= Beginning of Section =
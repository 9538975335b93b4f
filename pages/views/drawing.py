"""The circuit drawings of the pages, from ``analysis.drawing`` (one SVG per step, all of one
procedure with the same layout; the procedure and device pages draw the step the walk opens at
into the page and each other step per request, when the walk reaches it)."""

from __future__ import annotations

from collections.abc import Callable, Sequence
from typing import Any
from urllib.parse import urlencode

from django.http import Http404, HttpRequest, HttpResponse
from django.utils.cache import patch_vary_headers
from django.utils.html import format_html

from analysis.drawing import DrawingError, circuit_svg, step_states
from pages.views.common import is_htmx

STALE_DRAWING = (
    "The record of this site has changed since this page was loaded; reload the page to see "
    "the verdict and the drawings of the record as it is now."
)


def procedure_step_drawing(
    source: Any, verdict: dict[str, Any], *, step: int, devices: Sequence[str]
) -> str | None:
    """The SVG of one step of ``verdict``, the same bytes as ``procedure_svgs(...)[step]``
    (the layout still makes room for what every step adds, so the drawings of a walk line up)
    at the cost of one graphviz run instead of one per step. None when no device is named,
    the record cannot be drawn or there is no such step."""
    if not devices:
        return None
    try:
        states = step_states(source, verdict)
        if not 0 <= step < len(states):
            return None
        return circuit_svg(
            source,
            state=states[step],
            highlight=tuple(devices),
            devices=tuple(devices),
            layout_states=states,
        )
    except DrawingError:
        return None


def devices_drawing(source: Any, devices: Sequence[str]) -> str | None:
    """The devices' CT circuits and trip paths in the normal state (None: nothing to draw)."""
    if not devices:
        return None
    try:
        return circuit_svg(source, devices=tuple(devices), highlight=tuple(devices))
    except DrawingError:
        return None


def walk_drawings(
    steps: list[dict[str, Any]],
    source: Any,
    verdict: dict[str, Any] | None,
    *,
    start: int,
    devices: Sequence[str],
    url_of: Callable[[int], str],
    record_version: str,
) -> bool:
    """Give the step rows of ``verdict`` their drawings as the pages show them: the SVG of the
    step the walk opens at (``start``) drawn now, and on every other step the URL its drawing
    is fetched from (``url_of(step)``, pinned to the record version the rows were computed
    at). False (and nothing given) when there is nothing to draw."""
    if verdict is None or not steps:
        return False
    first = procedure_step_drawing(source, verdict, step=start, devices=devices)
    if first is None:
        return False
    at = urlencode({"at": record_version})
    for step in steps:
        if step["step"] == start:
            step["svg"] = first
        else:
            step["drawing_url"] = f"{url_of(step['step'])}?{at}"
    return True


def step_drawing_response(
    request: HttpRequest, *, record_version: str, draw: Callable[[], str | None], what: str
) -> HttpResponse:
    """The answer to a fetch of one step's drawing (``lazy_step_drawings``): the SVG
    ``draw()`` makes, as HTML for htmx to put into the page or as an SVG document for the
    no-script link. ``at`` is the record version the page was computed at: a drawing of
    another record would not match the steps beside it, so a changed record answers with a
    note to reload instead (200 for htmx so it is shown, else 409). 404 when there is no such
    drawing (``what`` says which)."""
    htmx = is_htmx(request)
    if request.GET.get("at") != record_version:
        if htmx:
            response = HttpResponse(
                format_html('<p class="banner stale" role="alert">{}</p>', STALE_DRAWING)
            )
        else:
            response = HttpResponse(STALE_DRAWING, status=409, content_type="text/plain")
        patch_vary_headers(response, ["HX-Request"])
        return response
    svg = draw()
    if svg is None:
        raise Http404(f"no drawing of {what}")
    response = HttpResponse(svg, content_type="text/html" if htmx else "image/svg+xml")
    # The drawing of a record version never changes: the browser may keep it.
    response["Cache-Control"] = "private, max-age=3600"
    patch_vary_headers(response, ["HX-Request"])
    return response
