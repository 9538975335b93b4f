"""The procedure page: the verdict computed now, step by step, beside the drawing of the
step shown (each step's drawing fetched when the walk reaches it)."""

from __future__ import annotations

from typing import Any

from django.http import Http404, HttpRequest, HttpResponse
from django.shortcuts import render
from django.urls import reverse

from analysis import actions, selectors
from analysis.engine import ProcedureError
from inventory import selectors as records
from pages.access import viewer_required
from pages.views import drawing
from pages.views.common import get_site, site_input


def first_danger_finding(verdict: dict[str, Any]) -> dict[str, Any] | None:
    """The finding the verdict's ``first_danger`` points at (it carries the message)."""
    danger = verdict.get("first_danger")
    if not danger:
        return None
    step = next((s for s in verdict["steps"] if s["step"] == danger["step"]), None)
    for finding in step["findings"] if step else []:
        if finding["severity"] == "danger" and all(
            finding.get(k) == danger.get(k) for k in ("code", "stage", "ct", "device")
        ):
            return {**finding, "step": danger["step"]}
    return {**danger, "message": ""}


def with_worst(rows: list[dict[str, Any]]) -> list[dict[str, Any]]:
    """Each step row with ``worst``: the most severe of its findings (None without any)."""
    for row in rows:
        severities = {f["severity"] for f in row["findings"]}
        row["worst"] = next(
            (s for s in ("danger", "warning", "caution", "notice") if s in severities), None
        )
    return rows


def step_rows(verdict: dict[str, Any]) -> list[dict[str, Any]]:
    """The verdict's steps with what a row shows: its worst severity and readings."""
    return with_worst(
        [{**step, "readings": step.get("readings") or []} for step in verdict["steps"]]
    )


def _verdict(site: Any, proc: Any) -> tuple[dict[str, Any] | None, str | None]:
    """The verdict of the stored procedure at the site's current revision (computed now, or
    kept from an earlier request at the same revision: ``actions.procedure_check_at``, as the
    API), or the error that stops the check."""
    try:
        return actions.procedure_check_at(
            site.record_version, proc.code, lambda: records.site_document(site)
        ), None
    except ProcedureError as exc:
        return None, str(exc)


def procedure_context(site: Any, proc: Any) -> dict[str, Any]:
    """The page's context. Of the step drawings (about 35 KB each) only the step the walk
    starts at (the first danger, else the normal state) is drawn into the page; each other
    step's drawing is fetched when the walk reaches it (``procedure_step_drawing``)."""
    _doc, netlist = site_input(site)
    verdict, error = _verdict(site, proc)
    steps = step_rows(verdict) if verdict else []
    danger = first_danger_finding(verdict) if verdict else None
    drawn = drawing.walk_drawings(
        steps,
        netlist,
        verdict,
        start=danger["step"] if danger else 0,
        devices=list(proc.devices or ()),
        url_of=lambda n: reverse("pages:procedure-step-drawing", args=[site.code, proc.code, n]),
        record_version=site.record_version,
    )
    row = selectors.procedure_verdict_rows(site_id=site.pk).get(proc.code)
    return {
        "site": site,
        "procedure": proc,
        "verdict": verdict,
        "error": error,
        "steps": steps,
        "danger": danger,
        "with_drawings": drawn,
        "stored": row,
    }


def _procedure(site: Any, code: str) -> Any:
    proc = records.procedures_queryset(site_id=site.pk).filter(code=code).first()
    if proc is None:
        raise Http404(f"no procedure {code!r} at {site.code}")
    return proc


@viewer_required
def procedure_page(request: HttpRequest, site: str, code: str) -> HttpResponse:
    """A stored procedure checked now (every transition included), its steps to walk."""
    obj = get_site(site)
    return render(request, "pages/procedure.html", procedure_context(obj, _procedure(obj, code)))


@viewer_required
def procedure_step_drawing(request: HttpRequest, site: str, code: str, step: int) -> HttpResponse:
    """The drawing of one step of the procedure page's verdict, fetched when the walk reaches
    it (``drawing.step_drawing_response``: a changed record answers with a note to reload)."""
    obj = get_site(site)
    proc = _procedure(obj, code)

    def draw() -> str | None:
        _doc, netlist = site_input(obj)
        verdict, _error = _verdict(obj, proc)
        if verdict is None:
            return None
        return drawing.procedure_step_drawing(
            netlist, verdict, step=step, devices=list(proc.devices or ())
        )

    return drawing.step_drawing_response(
        request,
        record_version=obj.record_version,
        draw=draw,
        what=f"step {step} of {code} at {site}",
    )
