"""Helpers shared by the page views."""

from __future__ import annotations

from typing import Any

from django.core.paginator import Page, Paginator
from django.http import Http404, HttpRequest

from analysis import actions
from inventory import models as inv
from inventory import selectors as records

PAGE_SIZE = 25


def get_site(code: str) -> inv.Site:
    site = inv.Site.objects.filter(code=code).first()
    if site is None:
        raise Http404(f"no site {code!r}")
    return site


def site_input(site: inv.Site) -> tuple[dict[str, Any], Any]:
    """The site document and netlist at the site's current revision, from the same per-thread
    cache as the API (``analysis.actions.site_netlist``)."""
    return actions.site_netlist(site.record_version, lambda: records.site_document(site))


def paginate(request: HttpRequest, items: Any, param: str, per_page: int = PAGE_SIZE) -> Page:
    """One page of ``items`` (a queryset or a list); ``param`` names its page number in the
    query string, so several lists of one page keep their own place."""
    return Paginator(items, per_page).get_page(request.GET.get(param))


def is_htmx(request: HttpRequest) -> bool:
    """A partial request made by htmx (it sends ``HX-Request: true``)."""
    return request.headers.get("HX-Request") == "true"


def hx_target(request: HttpRequest) -> str | None:
    return request.headers.get("HX-Target") if is_htmx(request) else None
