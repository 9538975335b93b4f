"""The sense layer: references between the parts of a site file and values that cannot be
physically right, one module per section. Tolerant of a structurally broken document (anything
of the wrong type is skipped here because the schema layer reports it); one pass per section
with dictionaries and sets, so the cost grows linearly with the file."""

from __future__ import annotations

from inventory.sitefile.validate.sense.base import EnoughErrors
from inventory.sitefile.validate.sense.cts import CTChecks
from inventory.sitefile.validate.sense.devices import DeviceChecks
from inventory.sitefile.validate.sense.equipment import EquipmentChecks
from inventory.sitefile.validate.sense.procedures import ProcedureChecks, record_names
from inventory.sitefile.validate.sense.switches import SwitchChecks
from inventory.sitefile.validate.sense.wiring import WiringChecks
from inventory.sitefile.validate.words import SiteFileError

__all__ = ["SenseChecker", "record_names"]


class SenseChecker(
    EquipmentChecks, CTChecks, DeviceChecks, WiringChecks, SwitchChecks, ProcedureChecks
):
    """Every section's sense checks over one document."""

    def run(self) -> list[SiteFileError]:
        """The errors of every section, or the first ``max_errors`` of them."""
        try:
            self.index()
            self.check_equipment()
            self.check_cts()
            self.check_devices()
            self.check_wires()
            self.check_links_and_grounds()
            self.check_switches()
            self.check_procedures()
        except EnoughErrors:
            pass
        return self.errors
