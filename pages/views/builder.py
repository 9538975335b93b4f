"""The procedure builder: compose or edit a procedure by picking from lists; every change is
checked as a draft (nothing stored) and the verdict shown; saving is an editor's action
through ``inventory.services.procedure_save``."""

from __future__ import annotations

from typing import Any

from django.core.exceptions import ValidationError
from django.http import Http404, HttpRequest, HttpResponse
from django.shortcuts import redirect, render
from django.urls import reverse

from analysis import actions
from analysis.engine import ProcedureError
from api.roles import EDITOR, has_role
from inventory import models as inv
from inventory import selectors as records
from inventory.services import procedure_save
from pages.access import viewer_required
from pages.builder import OP_LABELS, Choices, Draft, apply_action, draft_from_post
from pages.views.common import get_site, is_htmx, site_input
from pages.views.procedures import first_danger_finding, step_rows


def _check(doc: dict[str, Any], netlist: Any, draft: Draft) -> dict[str, Any] | None:
    """The draft's verdict (nothing stored), or None with the reason in ``draft.errors``."""
    try:
        return actions.draft_check(doc, draft.steps, draft.devices, netlist=netlist)
    except ProcedureError as exc:
        draft.errors.append(f"the steps cannot be checked: {exc}")
        return None


def _save(request: HttpRequest, site: inv.Site, proc: inv.Procedure | None, draft: Draft) -> Any:
    """Save the draft through the service; the page to go to, or None with the errors."""
    if not has_role(request.user, EDITOR):
        draft.errors.append("saving needs the editor role; the draft was checked, not saved")
        return None
    target = proc or inv.Procedure(site=site, code=draft.code)
    target.title = draft.title
    target.devices = list(draft.devices)
    if not target.author:
        target.author = request.user.get_username()
    try:
        procedure_save(procedure=target, steps=list(draft.steps))
    except ValidationError as exc:
        for name, messages in exc.message_dict.items():
            where = "" if name == "__all__" else f"{name}: "
            draft.errors.extend(f"{where}{m}" for m in messages)
        return None
    return reverse("pages:procedure", args=[site.code, target.code])


def _builder(request: HttpRequest, site: str, code: str | None) -> HttpResponse:
    obj = get_site(site)
    proc = None
    if code is not None:
        proc = records.procedures_queryset(site_id=obj.pk).filter(code=code).first()
        if proc is None:
            raise Http404(f"no procedure {code!r} at {site}")
    doc, netlist = site_input(obj)
    choices = Choices.from_document(doc)
    if request.method == "POST":
        draft = draft_from_post(request.POST)
        if proc is not None:
            draft.code = proc.code
        unknown = [d for d in draft.devices if d not in choices.devices]
        draft.devices = [d for d in draft.devices if d in choices.devices]
        draft.errors.extend(f"no device {d!r} at {obj.code}" for d in unknown)
        action = request.POST.get("action", "refresh")
        if action == "save":
            url = _save(request, obj, proc, draft)
            if url is not None:
                if is_htmx(request):
                    return HttpResponse(status=204, headers={"HX-Redirect": url})
                return redirect(url)
        else:
            apply_action(draft, action, choices)
    elif proc is not None:
        draft = Draft(
            code=proc.code,
            title=proc.title,
            devices=list(proc.devices or ()),
            steps=[step.op for step in proc.steps.all()],
        )
    else:
        device = request.GET.get("device", "")
        draft = Draft(devices=[device] if device in choices.devices else [])
    if not draft.pick.get("op"):
        draft.pick["op"] = "set"
    verdict = _check(doc, netlist, draft)
    switch = draft.pick.get("switch", "")
    context = {
        "site": obj,
        "procedure": proc,
        "form_url": request.path,
        "draft": draft,
        "choices": choices,
        "op_labels": OP_LABELS,
        "positions": choices.switches.get(switch, []),
        "open_jumpers": draft.open_jumpers(),
        "next_jumper": draft.next_jumper_id(),
        "verdict": verdict,
        "steps": step_rows(verdict) if verdict else [],
        "danger": first_danger_finding(verdict) if verdict else None,
    }
    template = "pages/_builder_body.html" if is_htmx(request) else "pages/builder.html"
    return render(request, template, context)


@viewer_required
def builder_new(request: HttpRequest, site: str) -> HttpResponse:
    return _builder(request, site, None)


@viewer_required
def builder_edit(request: HttpRequest, site: str, code: str) -> HttpResponse:
    return _builder(request, site, code)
= End of Section =
-- Task brief --
The required output is the exact run of lines from the beginning of the listing above to the line that contains "from collections.abc import", inclusive of both.

-- Response --
repository 9538975335b93b4f
filename pages/views/drawing.py
"""The circuit drawings of the pages, from ``analysis.drawing`` (one SVG per step, all of one
procedure with the same layout; the procedure and device pages draw the step the walk opens at
into the page and each other step per request, when the walk reaches it)."""

from __future__ import annotations

from collections.abc import Callable, Sequence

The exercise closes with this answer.